İlişkisel Faktörler - Müşteri Memnuniyeti - Bilgi paylaşımı - Yeniden Satın Alma Niyeti

73

6.1. Araştırmanın Amacı ve Önemi

Toplam Kalite Yönetimi anlayışının, yerli firmalarda önemli ölçüde

uygulama alanı bulması, örgütsel küçülme (downsizing), personel güçlendirme

(empowerment) gibi yönetsel uygulamaların yöneticilerin dikkatini çekmesi, bu

süreçte, dış kaynaklardan yararlanma (outsorcing) ve kıyaslama (benchmarking)

gibi kalite iyileştirme çabalarını da, ülkemiz işletmelerinin gündemine getirmiştir.

Kalite iyileştirme ve rekabet avantajı elde etme adına oldukça yeni olduğunu

söyleyebileceğimiz kıyaslama uygulaması, bazı yabancı kuruluşlar tarafından

uygulanmış ve başarılı sonuçlar alınmıştır. kıyaslamanın dünyadaki ilk uygulayıcıları

olan Xerox ve General Motors, uygulama sonucunda önemli iyileştirmeler

sağlamışlardır. Bunlardan bazıları (Özer, 1999, s.14):

• Tasarruf konusunda önemli gelişmeler kaydedilmesi,

• Stok devir süresinin azalması GM için bu rakam 54 günden 20 güne

düşmüştür),

• Satıcı tatmininin nispi olarak yükselmesidir GM için bu rakam %92.5’den

%96.8’e yükselmiştir).

Bunlardan başka Xerox’un sağladığı bazı iyileştirmeler de aşağıda verilmiştir

Özer,1999, s.14):

• Ürün maliyetleri yılda %10’luk,

• Tasarım maliyetleri %33’lük,

• Materyal maliyetleri %12’lik,

• Prototip maliyetleri %50’lik bir düşüş göstermiştir.

• Pazar payı %20 artmıştır.

• Kalite, etkileyici bir şekilde iyileştirilmiştir.

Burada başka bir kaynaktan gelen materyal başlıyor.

"""The vectorized kernels, one per simulated analysis, in a table keyed by kernel name.

A cell's simulation model maps each analysis it simulates to a kernel name here. A kernel turns
``rows`` replicates of a chunk task into reject decisions (and small extras, e.g. event counts),
says how many random draws one replicate makes (the budget's unit) and how much memory a row
needs. ``summaries`` kernels draw summary statistics (normal means and variances, binomial
counts, sample correlations) instead of raw observations when the models allow it.
"""

from __future__ import annotations

import math
from collections.abc import Callable
from dataclasses import dataclass
from functools import lru_cache

import numpy as np
from scipy import stats

from . import cluster_sim, exact_binomial, manytoone, models, repeated, seqsim, vectests
from .chunks import BLOCK, STREAM_NULL, ChunkTask, Streams
from .errors import QuestionError

Run = Callable[[Streams, ChunkTask, int], tuple[np.ndarray, dict]]


def _raw_draws(task: ChunkTask, per_obs: list[int] | None = None) -> int:
    per_obs = per_obs or [models.variates(m) for m in task.models]
    return sum(-(-n // BLOCK) * BLOCK * k for n, k in zip(task.per_group, per_obs, strict=True))


def _raw_bytes(factor: int) -> Callable[[ChunkTask], int]:
    def row_bytes(task: ChunkTask) -> int:
        if task.summaries:
            return 8 * 12
        return 8 * factor * sum(-(-n // BLOCK) * BLOCK for n in task.per_group)

    return row_bytes


def _moment_draws(task: ChunkTask) -> int:
    return 2 * len(task.per_group) if task.summaries else _raw_draws(task)
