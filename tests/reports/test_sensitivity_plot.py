"""The sensitivity grid drawn as curves: one line per value of the second axis, found by gid."""

import math
import xml.etree.ElementTree as ET

import pytest
from reports_testkit import REQUEST, question
from statsmodels.stats.power import TTestIndPower

from service.engine.explore import sensitivity
from service.reports import describe
from service.reports.plots import curve_points, power_curve_svg, sensitivity_lines, sensitivity_svg
from service.reports.render import render_report

SVG = "{http://www.w3.org/2000/svg}"


@pytest.fixture(scope="module")
def grid() -> dict:
    return sensitivity(
        question(), {"effect.difference": [0.4, 0.5, 0.6], "assumptions.sd": [1.0, 1.25]}
    )


def test_lines_follow_the_first_axis_one_per_second_axis_value(grid):
    q = question()
    data = sensitivity_lines(grid, q)
    # the axes are named by the cell's own field labels, never by the raw path
    sd, difference = describe.field_label(q, "sd"), describe.field_label(q, "difference")
    assert [line["label"] for line in data["lines"]] == [f"{sd} 1", f"{sd} 1.25"]
    assert data["x_label"] == difference.capitalize() and data["y_label"] == "Enrolled per group"
    for line, sd in zip(data["lines"], (1.0, 1.25), strict=True):
        assert line["x"] == [0.4, 0.5, 0.6]
        # formula: noncentral t solved by statsmodels TTestIndPower (two-sided .05, power .80)
        expected = [
            math.ceil(TTestIndPower().solve_power(effect_size=d / sd, alpha=0.05, power=0.8))
            for d in line["x"]
        ]
        assert line["y"] == expected


def test_svg_carries_a_title_and_one_path_per_line(grid):
    q = question()
    root = ET.fromstring(sensitivity_svg(grid, q))
    difference = describe.field_label(q, "difference")
    assert root.find(f"{SVG}title").text.startswith(f"Enrolled per group against {difference}")
    gids = {el.get("id") for el in root.iter() if el.get("id")}
    assert {"sensitivity-axes", "sensitivity-line-0", "sensitivity-line-1"} <= gids
    assert "sensitivity-line-2" not in gids


def test_a_power_grid_is_drawn_as_power():
    q = question(find="power", sample_size={"per_group": [40, 40]})
    data = sensitivity_lines(sensitivity(q, {"adjustments.dropout": [0.0, 0.1, 0.2]}), q)
    assert data["y_label"] == "Power" and [line["label"] for line in data["lines"]] == ["as asked"]
    ys = data["lines"][0]["y"]
    assert ys == sorted(ys, reverse=True)  # more dropout, less power (formula: n·(1 − q) analyzed)
    # no dropout: TTestIndPower at d = 0.5, n = 40 per group (statsmodels)
    assert ys[0] == pytest.approx(
        TTestIndPower().power(effect_size=0.5, nobs1=40, alpha=0.05), abs=1e-6
    )


def test_refused_cells_are_gaps():
    q = question()
    data = sensitivity_lines(sensitivity(q, {"effect.difference": [0.0, 0.5]}), q)
    assert (
        data["lines"][0]["y"][0] is None and data["lines"][0]["y"][1] == 64
    )  # Cohen 1988, Table 2.4.1


def test_report_shows_the_grid_as_table_and_curves_and_pending_explorations(analytic_record, grid):
    page = render_report(
        REQUEST,
        analytic_record,
        curve_svg=power_curve_svg(curve_points(analytic_record)),
        sensitivity=grid,
        sensitivity_svg=sensitivity_svg(grid, analytic_record["question"]),
        pending=[{"type": "robustness_panel", "status": "queued"}],
    )
    assert 'id="sensitivity-figure"' in page and "sensitivity-line-1" in page
    assert "Robustness panel: queued" in page
    assert REQUEST["context"]["effect_source"] in page
    # the grid's columns are named by the cell's field labels, never by the dotted path
    q = analytic_record["question"]
    for path in ("effect.difference", "assumptions.sd"):
        assert f">{describe.path_label(q, path).capitalize()}</th>" in page
        assert path not in page.split('id="sensitivity"')[1].split("</table>")[0]


def test_a_two_stage_grid_shows_each_cells_stage_rules():
    # published: Simon (1989), Controlled Clin Trials 10:1, Table 1: p0 0.20, p1 0.40, alpha .05,
    # power .80: the optimal design is r1/n1 = 3/13, r/n = 12/43, E(N | p0) = 20.6. A grid over
    # p re-solves the design, so each row must say which design it found, not only its maximum.
    from json import loads
    from pathlib import Path

    from service.schemas import load_question
    from tests.posted import record_of

    posted = loads(
        (
            Path(__file__).resolve().parents[2]
            / "service/examples/northbridge_phase2_two_stage.json"
        ).read_text()
    )
    q = load_question(posted)
    grid = sensitivity(q, {"effect.p": [0.35, 0.4]})
    record = record_of(posted)
    page = render_report(
        REQUEST, record, curve_svg=power_curve_svg(curve_points(record)), sensitivity=grid
    )
    table = page.split('id="sensitivity"')[1].split("</table>")[0]
    assert "Stage rules r1/n1, r/n" in table
    rows = table.split("<tr>")[2:]
    published = next(r for r in rows if ">0.4<" in r)
    assert "3/13, 12/43" in published and "20.6" in published and ">43<" in published
    other = next(r for r in rows if ">0.35<" in r)
    d = grid["cells"][0]["details"]["two_stage"]  # the engine's own design at p = 0.35
    assert f"{d['r1']}/{d['n1']}, {d['r']}/{d['n']}" in other
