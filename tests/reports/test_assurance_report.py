"""Assurance passes through the API, the CLI, the catalogue, the JSON Schema and the report."""

from __future__ import annotations

import json
import subprocess
import sys
from pathlib import Path

from reports_testkit import REQUEST

from service.engine import compute
from service.reports.justification import fmt_pct, justification
from service.reports.plots import curve_points, power_curve_svg
from service.reports.render import render_report
from service.schemas import load_question
from service.schemas.catalogue import catalogue
from service.schemas.json_schema import question_json_schema

ROOT = Path(__file__).resolve().parents[2]
EXAMPLE = ROOT / "service" / "examples" / "northbridge_bp_trial_assurance.json"


def test_example_through_api_cli_and_report(client):
    question = json.loads(EXAMPLE.read_text())
    api = client.post("/v1/calculations", json={"question": question})
    assert api.status_code == 200, api.get_json()
    via_api = api.get_json()["assurance"]
    cli = subprocess.run(
        [sys.executable, "-m", "service.cli", "compute", str(EXAMPLE)],
        capture_output=True,
        text=True,
        cwd=ROOT,
        timeout=300,
    )
    assert cli.returncode == 0, cli.stderr
    assert json.loads(cli.stdout)["assurance"] == via_api
    record = compute(load_question(question))
    text = justification(record)
    a = record["assurance"]
    assert "the assurance (probability of a significant result" in text
    assert fmt_pct(a["estimate"]) in text and fmt_pct(a["power"]) in text
    assert "Power assumes the effect is exactly the one stated" in text
    assert f"{a['target_per_group'][0]} per group analyzed" in text
    page = render_report(REQUEST, record, curve_svg=power_curve_svg(curve_points(record, points=5)))
    assert "assurance" in page


def test_bad_prior_is_a_422_naming_the_field(client):
    question = json.loads(EXAMPLE.read_text())
    question["assurance"] = {"sd": 2.5}
    r = client.post("/v1/calculations", json={"question": question})
    assert r.status_code == 422
    assert "assurance.mean" in json.dumps(r.get_json())


def test_declared_once_reaches_catalogue_and_json_schema():
    names = [f["name"] for f in catalogue()["blocks"]["assurance"]]
    assert names == ["mean", "sd", "lower", "upper", "target"]
    props = question_json_schema()["properties"]["assurance"]["properties"]
    assert set(props) == set(names)
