"""The report's words for interim analyses: the sentence and the boundaries table."""

from __future__ import annotations

import json
from importlib import resources

from service.engine import compute
from service.reports.interim import table
from service.reports.justification import justification
from service.schemas import load_question


def _example(name: str) -> dict:
    return json.loads(resources.files("service.examples").joinpath(name).read_text("utf-8"))


def test_justification_states_looks_spending_inflation_and_expected_size():
    record = compute(load_question(_example("northbridge_bp_interim.json")))
    text = justification(record)
    assert "analyzed 3 times (2 interim analyses and a final one)" in text
    assert "O'Brien-Fleming-type alpha-spending function (Lan & DeMets 1983)" in text
    assert "inflation factor 1.0119" in text
    assert "expected number of subjects is 221 (275 if there is no effect)" in text
    view = table(record)
    assert [row["efficacy"] for row in view["rows"]] == ["±3.710", "±2.511", "±1.993"]
    assert view["size_heading"] == "Analyzed per group" and not view["futility"]


def test_time_to_event_words_count_events_and_futility():
    body = _example("northbridge_heart_failure_survival.json")
    body.update(
        alternative="one-sided",
        alpha=0.025,
        interim={"looks": 3, "futility_spending": "pocock"},
    )
    record = compute(load_question(body))
    text = justification(record)
    fixed = record["events"]["fixed_required"]
    assert f"a single final analysis would need {fixed} events" in text
    assert "non-binding" in text and "expected number of events" in text
    view = table(record)
    assert view["size_heading"] == "Events" and view["futility"]
    assert view["rows"][-1]["size"] == str(record["events"]["required"])
    assert record["question"]["interim"]["futility_spending"] == "pocock"


def test_simulated_sequential_test_says_it_was_simulated():
    body = _example("northbridge_bp_interim.json")
    body.update(method="simulation", simulation={"replicates": 2000, "seed": 8})
    body.pop("adjustments")
    body.update(find="power", target_power=None, sample_size={"per_group": [124, 124]})
    record = compute(load_question(body))
    text = justification(record)
    assert "The sequential test was simulated (2,000 replicates of each data model)" in text
    block = record["sequential"]
    expected = round(block["expected_total_alternative"])
    assert f"expected number of subjects is {expected:,}" in text
    view = table(record)
    assert [row["efficacy"] for row in view["rows"]] == ["±3.710", "±2.511", "±1.993"]
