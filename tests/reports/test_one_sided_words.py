"""The justification says which way a one-sided test looked: where the assumed effect points."""

from __future__ import annotations

import math

import pytest
from statsmodels.stats.power import TTestIndPower

from service.engine import compute
from service.reports.justification import justification
from service.schemas import load_question


@pytest.mark.parametrize(
    "effect,words",
    [
        ({"difference": -5.0, "sd": 12.0}, "a lower value than under the null"),
        ({"difference": 5.0, "sd": 12.0}, "a higher value than under the null"),
    ],
)
def test_one_sided_two_means_names_its_alternative(effect, words):
    record = compute(load_question({"design": "two_means", "sides": 1, "effect": effect}))
    # noncentral t, one-sided 0.05, d = 5/12, power .80 (statsmodels TTestIndPower, the
    # alternative towards the effect): both signs need the same size
    side = "larger" if effect["difference"] > 0 else "smaller"
    d = effect["difference"] / effect["sd"]
    n = TTestIndPower().solve_power(effect_size=d, alpha=0.05, power=0.8, alternative=side)
    assert record["sample_size"]["per_arm"] == [math.ceil(n)] * 2
    assert f"one-sided significance level of 0.05 (the alternative: {words})" in justification(
        record
    )


def test_survival_words_are_about_times():
    q = load_question(
        {
            "design": "survival_logrank",
            "sides": 1,
            "effect": {
                "hazard_ratio": 1.4,
                "median_control": 12.0,
                "accrual_period": 24.0,
                "follow_up": 12.0,
            },
        }
    )
    assert "(the alternative: shorter times to the event)" in justification(compute(q))
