"""The report's words: human phrases from the design object, the investigator's own numbers.

Every number checked here is the number computed or entered: the report's power string is the
record's estimate formatted, the justification's SD is the posted one, derived values sit in the
method note only.
"""

from __future__ import annotations

import json
import math
import re
import xml.etree.ElementTree as ET
from html.parser import HTMLParser
from pathlib import Path

import pytest
from reports_testkit import REQUEST, answer, question

from service.engine import compute, designs
from service.reports import describe
from service.reports.justification import fmt_power, justification
from service.reports.plots import curve_points, power_curve_svg
from service.reports.render import render_report, render_staff_list
from service.schemas import load_question

EXAMPLES = Path(__file__).resolve().parents[2] / "service" / "examples"

# A raw token: snake_case words such as welch_t, two_groups, noncentral_f, sd_difference.
_TOKEN = re.compile(r"\b[a-z]+(?:_[a-z0-9]+)+\b")


class _Visible(HTMLParser):
    """The prose a reader sees: not the stylesheet, script, drawing, or code and JSON quoted
    verbatim for re-running (the seed scheme, the normalized question)."""

    _HIDDEN = {"style", "script", "svg", "pre", "code", "title"}

    def __init__(self):
        super().__init__()
        self.depth, self.parts = 0, []

    def handle_starttag(self, tag, attrs):
        self.depth += tag in self._HIDDEN

    def handle_endtag(self, tag):
        self.depth -= tag in self._HIDDEN

    def handle_data(self, data):
        if not self.depth:
            self.parts.append(data)


def _visible(page: str) -> str:
    parser = _Visible()
    parser.feed(page)
    return " ".join(parser.parts)


def _page(record: dict) -> str:
    return render_report(REQUEST, record, curve_svg="<svg></svg>")


def test_analytic_and_simulated_power_print_alike(simulated_power_record):
    analytic = answer(find="power", sample_size={"per_group": [30, 30]})
    for record in (analytic, simulated_power_record):
        shown = fmt_power(record["power"]["estimate"])
        assert re.fullmatch(r"\d{1,3}\.\d%", shown)  # one decimal, percent: "47.8%"
        assert f"is {shown}." in justification(record)
        # the answer's power figure is the record's estimate, formatted
        assert f'<span class="value">{shown}</span>' in _page(record)
    lo, hi = simulated_power_record["power"]["ci95"]
    assert f"95% interval {fmt_power(lo)} to {fmt_power(hi)}" in justification(
        simulated_power_record
    )


def test_the_cell_and_the_analysis_are_named_in_words(simulated_record):
    q = simulated_record["question"]
    design = designs.get(q["outcome"], q["layout"])
    text = justification(simulated_record)
    assert f"“{design.label}”" in text
    assert simulated_record["method"]["analysis_label"] in text
    page = _visible(_page(simulated_record))
    assert design.label in page and simulated_record["method"]["analysis_label"] in page


def test_paired_prints_the_entered_sd_and_correlation_not_the_derived_sd():
    record = answer(
        layout="paired", effect={"difference": 5.0}, assumptions={"sd": 8.0, "correlation": 0.6}
    )
    assert record["question"]["assumptions"] == {"sd": 8.0, "correlation": 0.6}
    # SD of the differences: √(2 · 8² · (1 − 0.6)) = √51.2 = 7.15542 (common practice, no source)
    derived = record["method"]["derived"]["sd_difference"]
    assert derived == pytest.approx(math.sqrt(51.2))
    text = justification(record)
    opening = text[: text.index("Method note")]
    assert "8" in re.findall(r"\d+(?:\.\d+)?", opening) and "0.6" in opening
    assert describe.fmt_num(derived) not in opening and "7.16" not in opening
    note = text[text.index("Method note") :]
    assert describe.fmt_num(derived) in note
    assert describe.field_label(record["question"], "sd_difference") in note


def test_survival_prints_its_time_unit_and_the_entered_median(survival_record):
    text = justification(survival_record)
    assert "12 months" in text and "24 months" in text
    opening = text[: text.index("Method note")] if "Method note" in text else text
    scale = 12.0 / math.log(2)  # the exponential scale 17.3123 is derived, never entered
    assert describe.fmt_num(scale) not in opening


def test_find_effect_names_the_field_by_its_label():
    record = answer(effect={}, find="effect", sample_size={"per_group": [64, 64]})
    q = record["question"]
    label = describe.field_label(q, record["effect"]["field"])
    text = justification(record)
    assert f"the smallest {label} detectable with 80% power" in text
    assert record["effect"]["field"] not in text.replace(label, "")


def test_no_raw_tokens_in_any_examples_report():
    """Every example (each cell's, and the simulated ones) renders with words, never tokens."""
    for path in sorted(EXAMPLES.glob("*.json")):
        record = compute(load_question(json.loads(path.read_text(encoding="utf-8"))))
        page = _visible(_page(record))
        assert not _TOKEN.findall(page), (path.name, sorted(set(_TOKEN.findall(page))))
        text = justification(record)
        assert not _TOKEN.findall(text), (path.name, _TOKEN.findall(text))
        if record["question"]["method"] == "simulation":  # replicates are called replicates
            assert f"{describe.fmt_count(record['power']['replicates'])} replicates" in text


def test_curve_for_find_power_does_not_say_chosen(simulated_power_record):
    points = curve_points(simulated_power_record, replicates=200)
    assert "chosen" not in points["title"] and "stated size" in points["title"]


def test_the_standalone_curve_carries_its_title_and_assumptions():
    record = answer(alpha=0.025, adjustments={"dropout": 0.1})
    q = record["question"]
    points = curve_points(record)
    drawn = " ".join(ET.fromstring(power_curve_svg(points)).itertext())
    drawn = " ".join(drawn.split())  # the drawing wraps long lines
    assert "chosen size" in points["title"]
    for words in (
        points["title"],
        describe.cell_label(q),
        record["method"]["analysis_label"],
        "alpha 0.025",
        "two-sided",
        "dropout 10%",
        describe.field_label(q, "difference"),
        "0.5",
    ):
        assert words in drawn, words


def test_staff_list_rows_name_the_cell_and_the_analysis():
    q = question()
    page = render_staff_list([dict(REQUEST, question=q, method="analytic")])
    row = _visible(page)
    design = designs.get(q["outcome"], q["layout"])
    assert REQUEST["protocol"]["title"] in row
    assert design.label in row and describe.analysis_label(q) in row
    assert not _TOKEN.findall(row)


def test_every_entered_value_is_printed_as_entered():
    """Each cell's example: every number posted in effect and assumptions is in the paragraph."""
    for design in designs.all():
        posted = json.loads((EXAMPLES / design.example).read_text(encoding="utf-8"))
        record = compute(load_question(posted))
        text = justification(record)
        opening = text.split("Method note")[0]
        for block in ("effect", "assumptions"):
            for name, value in (posted.get(block) or {}).items():
                for v in value if isinstance(value, list) else [value]:
                    if isinstance(v, (int, float)) and not isinstance(v, bool):
                        assert describe.fmt_num(v) in opening, (design.label, name, v)


def test_the_cautions_stay():
    page = _visible(_page(answer()))
    for words in ("planning aid", "qualified statistician", "Ethics committees, regulators"):
        assert words in page, words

• Tedarikçi sayısı azaltılmıştır.

Küreselleşme sürecinde yaşanan hiper rekabette yerli firmaların ayakta

kalması, ancak, uluslararası firmaların da uyguladıkları bu yeni tekniklerin

74

kullanımıyla mümkün olabilecektir. Uluslararası Kıyaslama uygulayıcısı kuruluşlarla

benzer şekilde, ülkemizde Kıyaslamayı uygulayan kuruluşlar da, pazar payının

artırılması, ihracatın artması, müşteri ve işgören tatmininde artış, müşteri

şikâyetlerinde azalma, ürün teslim sürelerinde kısalmalar sağlanması ve nihayet kâr

artışı sağlanması gibi, Benchmarking bölümünde daha detaylı bir biçimde ortaya

koyulmuş olan iyileştirmeler elde etmişlerdir.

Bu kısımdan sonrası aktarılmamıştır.